## Work to be completed
Search the entries below. Return every line that has "from" in it.
··· Source material
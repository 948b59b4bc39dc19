"""The market line: worked by hand, against libraries, loops and numerical derivatives."""

from __future__ import annotations

import numpy as np
import pytest
import statsmodels.api as sm

from lineproof.stats import Undefined
from lineproof.stats.market_line import (
    LINE_COVARIANCES,
    WEIGHTINGS,
    MarketLine,
    draw_line,
    fit_line,
    influences,
    line_r_squared,
    pricing_error_chi2,
    pricing_error_f,
    sharpe_lintner_wald,
    textbook_covariance,
)
from lineproof.stats.time_series import regress

# Matrix products and inverses by two routes.
CLOSE = 1e-9


def _returns(seed: int = 1, n_periods: int = 90, n_assets: int = 6) -> tuple:
    """Returns that fit no line exactly, with correlated residuals of unequal size."""
    rng = np.random.default_rng(seed)
    market = 0.02 + 0.05 * rng.standard_normal(n_periods)
    spread = np.diag(np.linspace(0.5, 2.0, n_assets)) + 0.3 * rng.random((n_assets, n_assets))
    noise = 0.03 * rng.standard_normal((n_periods, n_assets)) @ spread
    betas = np.linspace(0.4, 1.6, n_assets)
    means = 0.01 + 0.01 * betas + 0.004 * rng.standard_normal(n_assets)
    return means + betas * (market[:, None] - 0.02) + noise, market[:, None]


def _draw(name: str, returns: np.ndarray, market: np.ndarray) -> MarketLine:
    return draw_line(regress(returns, market), WEIGHTINGS[name])


@pytest.fixture(params=list(WEIGHTINGS))
def drawn(request: pytest.FixtureRequest) -> MarketLine:
    return _draw(request.param, *_returns())


def _weights(name: str, drawn: MarketLine) -> np.ndarray:
    covariance = np.cov(drawn.regression.residuals.T, bias=True)
    return {
        "ols": np.eye(len(covariance)),
        "wls": np.diag(1 / np.diag(covariance)),
        "gls": np.linalg.inv(covariance),
    }[name]


def _of(drawn: MarketLine) -> str:
    return next(name for name, each in WEIGHTINGS.items() if each is drawn.weighting)


# --- the line itself -----------------------------------------------------------------------------


def test_three_points_worked_by_hand() -> None:
    # Slope (.025 - .01) / 1 = .015; residuals -1/1200, 2/1200, -1/1200, squares 6/1200^2, one
    # degree of freedom; betas' squares about their mean sum to .5.
    line = fit_line(np.array([0.5, 1.0, 1.5]), np.array([0.01, 0.02, 0.025]))
    variance = 6 / 1200**2
    np.testing.assert_allclose(line.coefficients, [0.055 / 3 - 0.015, 0.015], rtol=1e-12)
    np.testing.assert_allclose(line.residuals, np.array([-1, 2, -1]) / 1200, rtol=1e-10)
    np.testing.assert_allclose(
        np.diag(textbook_covariance(line)),
        [variance * (1 / 3 + 1 / 0.5), variance / 0.5],
        rtol=1e-10,
    )
    # Means' squares about their mean: (25 + 1 + 16) / 600^2.
    assert line_r_squared(line) == pytest.approx(1 - variance / (42 / 600**2), rel=1e-10)


def test_the_line_agrees_with_a_general_library(drawn: MarketLine) -> None:
    line, weights = drawn.line, _weights(_of(drawn), drawn)
    expected = sm.GLS(line.means, line.design, sigma=np.linalg.inv(weights)).fit()
    np.testing.assert_allclose(line.coefficients, expected.params, rtol=CLOSE)
    np.testing.assert_allclose(textbook_covariance(line), expected.cov_params(), rtol=CLOSE)
    np.testing.assert_allclose(line.projection @ line.means, line.coefficients, rtol=CLOSE)
    if _of(drawn) != "gls":
        r2 = sm.WLS(line.means, line.design, weights=np.diag(weights)).fit().rsquared
        assert line_r_squared(line) == pytest.approx(r2, rel=CLOSE)


def test_gls_draws_the_same_line_with_the_covariance_of_returns() -> None:
    drawn = _draw("gls", *_returns())
    line = drawn.line
    precision = np.linalg.inv(np.cov(drawn.regression.returns.T, bias=True))
    again = fit_line(line.design[:, 1], line.means, precision)
    np.testing.assert_allclose(again.coefficients, line.coefficients, rtol=CLOSE)
    # ... so R squared in that metric is the R squared of that regression.
    metric = drawn.weighting.metric(drawn.regression)
    assert line_r_squared(line, metric) == pytest.approx(line_r_squared(again), rel=CLOSE)


def test_gls_r_squared_of_an_efficient_market_is_one() -> None:
    returns, market = _returns()
    fit = regress(returns, market)
    # Means moved onto the line through the market's own mean.
    priced = draw_line(regress(returns - fit.alphas, market), WEIGHTINGS["gls"])
    np.testing.assert_allclose(priced.line.coefficients, [0.0, market.mean()], atol=1e-12)
    assert line_r_squared(priced.line, priced.weighting.metric(fit)) == pytest.approx(1.0)


@pytest.mark.parametrize(
    ("betas", "reason"),
    [([1.0, 2.0], "at least 3 assets, has 2"), ([0.9, 0.9, 0.9], "all betas are equal")],
)
def test_no_line(betas: list[float], reason: str) -> None:
    with pytest.raises(Undefined, match=reason):
        fit_line(np.array(betas), np.linspace(0.01, 0.02, len(betas)))


def test_equal_means_have_no_r_squared() -> None:
    assert np.isnan(line_r_squared(fit_line(np.array([0.5, 1.0, 1.4]), np.full(3, 0.01))))


def test_weights_need_residual_variance() -> None:
    returns, market = _returns()
    with_market = np.hstack([returns, market])
    with pytest.raises(Undefined, match="no residual variance"):
        _draw("wls", with_market, market)
    with pytest.raises(Undefined, match="singular"):
        _draw("gls", with_market, market)
    with pytest.raises(Undefined, match="at least 8 periods for 6 assets"):
        _draw("gls", returns[:7], market[:7])


# --- standard errors -----------------------------------------------------------------------------


def _monthly_slopes(drawn: MarketLine) -> np.ndarray:
    """One cross-sectional regression a month."""
    z, weights = drawn.line.design, _weights(_of(drawn), drawn)
    return np.array(
        [
            np.linalg.solve(z.T @ weights @ z, z.T @ weights @ month)
            for month in drawn.regression.returns
        ]
    )


def test_the_line_is_the_mean_of_the_monthly_slopes(drawn: MarketLine) -> None:
    np.testing.assert_allclose(
        _monthly_slopes(drawn).mean(axis=0), drawn.line.coefficients, rtol=CLOSE
    )


def test_monthly_slopes_agree_with_a_loop(drawn: MarketLine) -> None:
    slopes = _monthly_slopes(drawn)
    gaps = slopes - np.column_stack([np.zeros(90), drawn.market])
    found = LINE_COVARIANCES["monthly_slopes"](drawn, 3)
    np.testing.assert_allclose(found.coefficients, np.cov(slopes.T) / 90, rtol=CLOSE)
    np.testing.assert_allclose(found.against_market, np.cov(gaps.T) / 90, rtol=CLOSE)
    assert found.df == 89


def test_hac_of_monthly_slopes_agrees_with_a_general_library(drawn: MarketLine) -> None:
    slopes = _monthly_slopes(drawn)
    found = LINE_COVARIANCES["monthly_slopes_hac"](drawn, 3)
    series = [slopes[:, 0], slopes[:, 1], slopes[:, 1] - drawn.market]
    expected = [
        sm.OLS(each, np.ones(90)).fit(cov_type="HAC", cov_kwds={"maxlags": 3}).bse[0] ** 2
        for each in series
    ]
    variances = [*np.diag(found.coefficients), found.against_market[1, 1]]
    np.testing.assert_allclose(variances, expected, rtol=CLOSE)
    assert found.df == 89


def test_errors_in_variables_equals_its_definition(drawn: MarketLine) -> None:
    omega = drawn.market.var()
    z, weights = drawn.line.design, _weights(_of(drawn), drawn)
    a = np.linalg.solve(z.T @ weights @ z, z.T @ weights)
    spread = a @ np.cov(drawn.regression.residuals.T, bias=True) @ a.T
    correction = 1 + drawn.line.coefficients[1] ** 2 / omega
    found = LINE_COVARIANCES["errors_in_variables"](drawn, 3)
    own = (correction * spread + np.diag([0, omega])) / 90
    np.testing.assert_allclose(found.coefficients, own, rtol=CLOSE)
    np.testing.assert_allclose(found.against_market, correction * spread / 90, rtol=CLOSE)
    assert np.isnan(found.df)


def _line_of_weighted_months(
    name: str, returns: np.ndarray, market: np.ndarray, shares: np.ndarray
) -> np.ndarray:
    """Intercept, slope and market mean when month t has probability `shares[t]`."""
    centre, mean = shares @ returns, shares @ market
    moves, gaps = market - mean, returns - centre
    betas = (shares * moves) @ gaps / (shares @ moves**2)
    residuals = gaps - np.outer(moves, betas)
    covariance = residuals.T @ (residuals * shares[:, None])
    weights = {
        "ols": np.eye(len(betas)),
        "wls": np.diag(1 / np.diag(covariance)),
        "gls": np.linalg.inv(covariance),
    }[name]
    z = np.column_stack([np.ones(len(betas)), betas])
    return np.append(np.linalg.solve(z.T @ weights @ z, z.T @ weights @ centre), mean)


def _numerical_influences(name: str, returns: np.ndarray, market: np.ndarray) -> np.ndarray:
    """Derivative of the line, and of the market mean, in the probability of each month: (T, 3)."""
    n_periods, step = len(market), 1e-5
    even = np.full(n_periods, 1 / n_periods)
    rows = []
    for month in range(n_periods):
        towards = step * (np.eye(n_periods)[month] - even)
        up, down = (
            _line_of_weighted_months(name, returns, market, even + sign * towards)
            for sign in (1, -1)
        )
        rows.append((up - down) / (2 * step))
    return np.array(rows)


def test_influences_are_the_derivatives_of_the_whole_estimator(drawn: MarketLine) -> None:
    # Central differences leave errors of the order of their step's square, 1e-10, and rounding
    # divided by the step, 1e-11, both times derivatives that can be large.
    returns, market = _returns()
    expected = _numerical_influences(_of(drawn), returns, market[:, 0])
    found = influences(drawn)
    np.testing.assert_allclose(found, expected[:, :2], atol=1e-7 * np.abs(expected).max())
    np.testing.assert_allclose(found.mean(axis=0), 0.0, atol=1e-14)


@pytest.mark.parametrize("lag", [0, 4])
def test_robust_covariance_is_that_of_the_influences(drawn: MarketLine, lag: int) -> None:
    returns, market = _returns()
    numerical = _numerical_influences(_of(drawn), returns, market[:, 0])
    gap = numerical[:, :2] - np.column_stack([np.zeros(90), numerical[:, 2]])
    kind = "misspecification_robust_hac" if lag else "misspecification_robust"
    found = LINE_COVARIANCES[kind](drawn, lag)
    for matrix, scores in ((found.coefficients, numerical[:, :2]), (found.against_market, gap)):
        expected = np.zeros((2, 2))
        for t, left in enumerate(scores):
            for s, right in enumerate(scores):
                expected += max(0.0, 1 - abs(t - s) / (lag + 1)) * np.outer(left, right) / 90**2
        # The differences' own error, as above.
        np.testing.assert_allclose(matrix, expected, rtol=1e-6)


def test_gls_influences_equal_the_form_with_the_covariance_of_returns() -> None:
    # Kan, Robotti and Shanken 2013, GLS, as they write it.
    drawn = _draw("gls", *_returns())
    fit, line = drawn.regression, drawn.line
    precision = np.linalg.inv(np.cov(fit.returns.T, bias=True))
    bread = np.linalg.inv(line.design.T @ precision @ line.design)
    moves = drawn.market - drawn.market.mean()
    deviations = fit.returns - line.means
    u = deviations @ precision @ line.residuals
    own = deviations @ precision @ line.design @ bread
    gap = own - np.column_stack([np.zeros(90), moves])
    z = np.column_stack([np.zeros(90), u * moves / moves.var()])
    w = line.coefficients[1] * moves / moves.var()
    expected = own - gap * w[:, None] + z @ bread - own * u[:, None]
    np.testing.assert_allclose(influences(drawn), expected, atol=1e-10)


def test_without_lags_the_plain_and_the_hac_forms_meet(drawn: MarketLine) -> None:
    robust, hac = (
        LINE_COVARIANCES[kind](drawn, 0).coefficients
        for kind in ("misspecification_robust", "misspecification_robust_hac")
    )
    np.testing.assert_array_equal(robust, hac)
    monthly, hac = (
        LINE_COVARIANCES[kind](drawn, 0).coefficients
        for kind in ("monthly_slopes", "monthly_slopes_hac")
    )
    np.testing.assert_allclose(monthly * 89 / 90, hac, rtol=1e-12)


def test_textbook_takes_the_market_mean_as_known(drawn: MarketLine) -> None:
    found = LINE_COVARIANCES["textbook"](drawn, 3)
    np.testing.assert_array_equal(found.against_market, found.coefficients)
    assert found.df == 4


# --- hypotheses ----------------------------------------------------------------------------------


@pytest.mark.parametrize("kind", list(LINE_COVARIANCES))
def test_joint_hypothesis_equals_its_definition(drawn: MarketLine, kind: str) -> None:
    covariance = LINE_COVARIANCES[kind](drawn, 3)
    gap = drawn.line.coefficients - [0.0, drawn.market.mean()]
    found = sharpe_lintner_wald(drawn, covariance)
    expected = gap @ np.linalg.inv(covariance.against_market) @ gap
    assert found.value == pytest.approx(expected, rel=CLOSE)
    assert found.df1 == 2


def test_pricing_errors_equal_the_pseudo_inverse(drawn: MarketLine) -> None:
    line, fit = drawn.line, drawn.regression
    left_over = np.eye(6) - line.design @ line.projection
    correction = 1 + line.coefficients[1] ** 2 / drawn.market.var()
    covariance = left_over @ np.cov(fit.residuals.T, bias=True) @ left_over.T * correction / 90
    # Two of the six eigenvalues are zero up to rounding.
    expected = line.residuals @ np.linalg.pinv(covariance, rcond=1e-9) @ line.residuals
    found = pricing_error_chi2(drawn)
    assert found.value == pytest.approx(expected, rel=CLOSE)
    assert found.df1 == 4


def test_the_f_of_pricing_errors_equals_its_definition() -> None:
    drawn = _draw("gls", *_returns())
    errors, residuals = drawn.line.residuals, drawn.regression.residuals
    correction = 1 + drawn.line.coefficients[1] ** 2 / drawn.market.var()
    q = 90 * errors @ np.linalg.solve(residuals.T @ residuals / 88, errors) / correction
    found = pricing_error_f(drawn)
    assert found.value == pytest.approx(q * (90 - 6 + 1) / ((6 - 2) * (90 - 2)), rel=CLOSE)
    assert (found.df1, found.df2) == (4, 85)


def test_only_gls_has_the_f() -> None:
    kinds = {name: list(each.pricing_error_tests) for name, each in WEIGHTINGS.items()}
    assert kinds == {"ols": ["chi2"], "wls": ["chi2"], "gls": ["chi2", "f"]}


def test_pricing_errors_need_months_and_independent_assets() -> None:
    returns, market = _returns()
    with pytest.raises(Undefined, match="at least 8 periods"):
        pricing_error_chi2(_draw("ols", returns[:7], market[:7]))
    # Of three assets one contrast is left; here it holds next to nothing but the market.
    second = 2 * returns[:, 0] - market[:, 0] + 1e-8 * returns[:, 1]
    three = np.column_stack([returns[:, 0], second, market[:, 0]])
    with pytest.raises(Undefined, match="singular"):
        pricing_error_chi2(_draw("ols", three, market))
······
## Exercise response
from __future__ import annotations
from lineproof.stats import Undefined
from lineproof.stats.market_line import (
from lineproof.stats.time_series import regress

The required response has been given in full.